Disrespect for the rule of law
Congress, by failing to act on legislation aimed at correcting the interpretation of citizenship by birth, in effect rewards law-breakers and punishes those who have chosen to follow the rules and immigrate legally.
The original intent of the 14th Amendment was clearly not to facilitate illegal aliens defying U.S. law and obtaining citizenship for their offspring, nor obtaining benefits at taxpayer expense. The United States is unusual in its offer to extend citizenship to anyone born on its soil.

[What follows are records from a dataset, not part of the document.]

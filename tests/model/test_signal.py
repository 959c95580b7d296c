"""Tests of partpick.model.signal against a textbook worked example and hand values."""

import numpy as np
import pytest

from partpick.model import signal as sg

# Sedra & Smith, Microelectronic Circuits, class B output stage worked example
# (from memory): 20 W into 8 ohm with Vcc = 23 V gives Vp = 17.9 V, Ip = 2.24 A,
# P_supply = 32.7 W, eta = 61 %, total P_D,max = 13.4 W.
SEDRA_P_W, SEDRA_R_OHM, SEDRA_VCC_V = 20.0, 8.0, 23.0


def test_sedra_smith_class_b_example():
    vp = sg.peak_voltage_v(SEDRA_P_W, SEDRA_R_OHM)
    ip = sg.peak_current_a(vp, SEDRA_R_OHM)
    assert vp == pytest.approx(17.9, abs=0.05)
    assert ip == pytest.approx(2.24, abs=0.005)
    assert sg.supply_power_w(SEDRA_VCC_V, ip) == pytest.approx(32.7, abs=0.05)
    assert sg.efficiency(vp, SEDRA_VCC_V) == pytest.approx(0.61, abs=0.005)
    assert sg.class_b_total_dissipation_max_w(SEDRA_VCC_V, SEDRA_R_OHM) == pytest.approx(
        13.4, abs=0.05
    )
    # energy balance: supply power = load power + dissipation at this level
    p_d = sg.supply_power_w(SEDRA_VCC_V, ip) - SEDRA_P_W
    assert p_d == pytest.approx(12.7, abs=0.05)


def test_peak_voltage_float_and_array():
    assert isinstance(sg.peak_voltage_v(10.0, 8.0), np.floating)
    # 2 * 25 W * 8 ohm = 400 -> 20 V; 2 * 50 W * 4 ohm = 400 -> 20 V; 2 * 1 * 2 = 4 -> 2 V
    np.testing.assert_allclose(sg.peak_voltage_v([25.0, 50.0, 1.0], [8.0, 4.0, 2.0]),
                               [20.0, 20.0, 2.0])


def test_peak_current_float_and_array():
    assert sg.peak_current_a(20.0, 8.0) == pytest.approx(2.5)
    np.testing.assert_allclose(sg.peak_current_a(np.array([20.0, 12.0]), 4.0), [5.0, 3.0])


def test_closed_loop_gain_float_and_array():
    # 1 V rms in -> 1.414 V peak; 14.14 V peak out is a gain of 10
    assert sg.closed_loop_gain(10.0 * np.sqrt(2.0), 1.0) == pytest.approx(10.0)
    np.testing.assert_allclose(sg.closed_loop_gain(np.sqrt(2.0) * np.array([5.0, 20.0]), 0.5),
                               [10.0, 40.0])


def test_supply_current_avg_float_and_array():
    # mean of a half-wave rectified sine of peak 1 over the full cycle is 1/pi
    assert sg.supply_current_avg_a(np.pi) == pytest.approx(1.0)
    np.testing.assert_allclose(sg.supply_current_avg_a([0.0, 2.0 * np.pi]), [0.0, 2.0])


def test_supply_current_avg_against_numerical_mean():
    t = np.linspace(0.0, 2.0 * np.pi, 200_001)
    half_wave = np.maximum(3.0 * np.sin(t), 0.0)
    assert sg.supply_current_avg_a(3.0) == pytest.approx(np.trapezoid(half_wave, t) / (2 * np.pi),
                                                         rel=1e-6)


def test_supply_power_quiescent_float_and_array():
    # idle: 2 rails * 23 V * 50 mA = 2.3 W
    assert sg.supply_power_w(23.0, 0.0, 0.05) == pytest.approx(2.3)
    np.testing.assert_allclose(sg.supply_power_w([10.0, 20.0], np.pi, [0.0, 0.1]),
                               [20.0, 40.0 + 4.0])


def test_efficiency_float_and_array():
    # the class B limit pi/4 = 78.5 % at Vp = Vs (Sedra & Smith)
    assert sg.efficiency(23.0, 23.0) == pytest.approx(0.785, abs=5e-4)
    np.testing.assert_allclose(sg.efficiency([0.0, 10.0], [20.0, 20.0]), [0.0, np.pi / 8])


def test_class_b_total_dissipation_array():
    # scales with Vs^2 / R
    np.testing.assert_allclose(sg.class_b_total_dissipation_max_w([23.0, 46.0], [8.0, 16.0]),
                               [13.40, 26.80], atol=0.01)
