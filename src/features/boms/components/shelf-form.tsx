import { useState } from 'react';
import { useForm } from 'react-hook-form';
import { zodResolver } from '@hookform/resolvers/zod';
import { applyServerErrors } from '../../../lib/form-errors';
import { isStaleVersion, STALE_VERSION_MESSAGE } from '../../../lib/stale-version';
import { Button } from '../../../components/ui/button';
import { FormAlert } from '../../../components/ui/form-alert';
import { TextField } from '../../../components/ui/text-field';
import type { Bom, Shelf } from '../api';
import { useUpdateBom } from '../hooks';
import { shelfFormFields, shelfFormSchema, shelfFormValues, type ShelfFormValues } from '../shelf-form';

/** The shelf price and what the chain takes off it: VAT, the retailer's and the importer's margins, freight to the store. */
export function ShelfForm({ bom, readOnly }: { bom: Bom; readOnly: boolean }) {
  const updateBom = useUpdateBom(bom.id);
  const [formError, setFormError] = useState<string | null>(null);
  const [saved, setSaved] = useState(false);
  const {
    register,
    handleSubmit,
    setError,
    formState: { errors },
  } = useForm<ShelfFormValues, unknown, Shelf>({ resolver: zodResolver(shelfFormSchema), defaultValues: shelfFormValues(bom.shelf) });

  const onSubmit = handleSubmit((value) => {
    setFormError(null);
    setSaved(false);
    updateBom.mutate(
      { shelf: value, version: bom.version },
      {
        onSuccess: () => setSaved(true),
        onError: (error) => setFormError(isStaleVersion(error) ? STALE_VERSION_MESSAGE : applyServerErrors(error, setError, shelfFormFields)),
      },
    );
  });

  return (
    <form onSubmit={onSubmit} noValidate aria-label="Shelf price" className="flex flex-col gap-4 rounded-lg border border-rule bg-surface p-4">
      <h3 className="text-base font-semibold">Shelf price and margins</h3>
      {formError ? <FormAlert>{formError}</FormAlert> : null}
      {saved ? <FormAlert tone="success">Saved. The ladder below is worked out again.</FormAlert> : null}
      <fieldset disabled={readOnly || updateBom.isPending} className="grid gap-3 sm:grid-cols-3 lg:grid-cols-5">
        <TextField label={`Shelf price (${bom.reportingCurrency})`} inputMode="decimal" hint="Including VAT." error={errors.price?.message} {...register('price')} />
        <TextField label="VAT %" inputMode="decimal" error={errors.vatPct?.message} {...register('vatPct')} />
        <TextField label="Retailer margin %" inputMode="decimal" hint="On the retailer's selling price." error={errors.retailerMarginPct?.message} {...register('retailerMarginPct')} />
        <TextField label="Importer margin %" inputMode="decimal" hint="On your selling price." error={errors.importerMarginPct?.message} {...register('importerMarginPct')} />
        <TextField
          label={`Freight to store (${bom.reportingCurrency})`}
          inputMode="decimal"
          hint="Per unit."
          error={errors.freightToStorePerUnit?.message}
          {...register('freightToStorePerUnit')}
        />
      </fieldset>
      {readOnly ? null : (
        <div className="flex justify-end">
          <Button type="submit" pending={updateBom.isPending}>
            Save shelf price
          </Button>
        </div>
      )}
    </form>
  );
}
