import { CartesianGrid, Line, LineChart, ReferenceLine, ResponsiveContainer, Tooltip, XAxis, YAxis } from 'recharts';
import type { CurvePoint } from '../api';
import { formatCount, formatPerUnit } from '../display';

const COPPER = '#B5652B';
const SLATE = '#3D5A80';
const INK = '#1E2430';
const MUTED = '#5B6270';
const RULE = '#E3DED4';

/**
 * Landed cost per unit against build quantity on a log scale, drawn as steps with a dot
 * at every quantity costed: a price break or an MOQ shows as a step down between two
 * dots. Values are drawn from the decimal text for display only.
 */
export function VolumeCurveChart({ points, currency, target }: { points: CurvePoint[]; currency: string; target: string | null }) {
  const data = points.map((p) => ({
    qty: p.qty,
    landed: Number(p.totals.landedPerUnit),
    exclOneTime: Number(p.totals.landedPerUnitExclOneTime),
    label: formatPerUnit(p.totals.landedPerUnit),
    exclLabel: formatPerUnit(p.totals.landedPerUnitExclOneTime),
  }));
  const summary = data.map((d) => `${formatCount(d.qty)} units: ${d.label}`).join('; ');
  return (
    <figure className="rounded-lg border border-rule bg-surface p-4">
      <figcaption className="mb-2 text-sm font-semibold">
        Landed cost per unit by build quantity <span className="font-normal text-muted">({currency}; quantity on a log scale)</span>
      </figcaption>
      <div className="h-80" role="img" aria-label={`Landed cost per unit by build quantity: ${summary}`}>
        <ResponsiveContainer width="100%" height="100%">
          <LineChart data={data} margin={{ top: 12, right: 24, bottom: 8, left: 8 }}>
            <CartesianGrid stroke={RULE} />
            <XAxis
              dataKey="qty"
              type="number"
              scale="log"
              domain={['dataMin', 'dataMax']}
              allowDataOverflow
              tick={{ fill: MUTED, fontSize: 11 }}
              stroke={RULE}
              tickFormatter={(v: number) => formatCount(v)}
            />
            <YAxis tick={{ fill: MUTED, fontSize: 11 }} stroke={RULE} width={64} tickFormatter={(v: number) => v.toFixed(4)} domain={['auto', 'auto']} />
            <Tooltip
              labelFormatter={(v) => `${formatCount(Number(v))} units`}
              formatter={(_value, name, item) => {
                const row = item.payload as { label: string; exclLabel: string };
                return name === 'Landed per unit' ? [`${row.label} ${currency}`, name] : [`${row.exclLabel} ${currency}`, name];
              }}
            />
            {target ? (
              <ReferenceLine y={Number(target)} stroke={INK} strokeDasharray="4 3" label={{ value: `Target ${formatPerUnit(target)}`, fill: INK, fontSize: 11, position: 'insideTopRight' }} />
            ) : null}
            <Line name="Without one-time costs" type="stepAfter" dataKey="exclOneTime" stroke={SLATE} strokeDasharray="5 3" dot={{ r: 2.5 }} isAnimationActive={false} />
            <Line name="Landed per unit" type="stepAfter" dataKey="landed" stroke={COPPER} strokeWidth={2} dot={{ r: 3.5, fill: COPPER }} isAnimationActive={false} />
          </LineChart>
        </ResponsiveContainer>
      </div>
      <p className="mt-2 flex flex-wrap gap-4 text-xs text-muted">
        <span className="inline-flex items-center gap-1">
          <svg aria-hidden="true" viewBox="0 0 20 6" className="h-1.5 w-5"><path d="M0 3h20" stroke={COPPER} strokeWidth="2" /></svg> Landed per unit (solid)
        </span>
        <span className="inline-flex items-center gap-1">
          <svg aria-hidden="true" viewBox="0 0 20 6" className="h-1.5 w-5"><path d="M0 3h20" stroke={SLATE} strokeWidth="2" strokeDasharray="5 3" /></svg> Without one-time costs (dashed)
        </span>
        {target ? <span>Target: thin dashed ink line</span> : null}
      </p>
    </figure>
  );
}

Other developed countries have changed their citizenship practice to eliminate the problems caused by the practice of birthright citizenship.1 The anchor baby problem has grown to such large proportions that the United States can no longer afford to ignore it. The logical first step for correcting the problem is for Congress to adopt legislation clarifying the meaning of the 14th amendment.
Footnotes and endnotes
- Serge F. Kovaleski, Young Muslims in Britain Hear Competing Appeals, N.Y. Times, Aug. 29, 2006, at A3.
Irish Nationality and Citizenship Act, 2004 (Act No. 38/2004) (Ir.) (limiting grant of citizenship by jus soli to persons with at least one parent who is an Irish or British citizen or who meets certain criteria of residence or right of residence). - Passel, Jeffrey S. and D’Vera Cohen, “A Portrait of Unauthorized Immigrants in the United States,” Pew Hispanic Center, April 2009.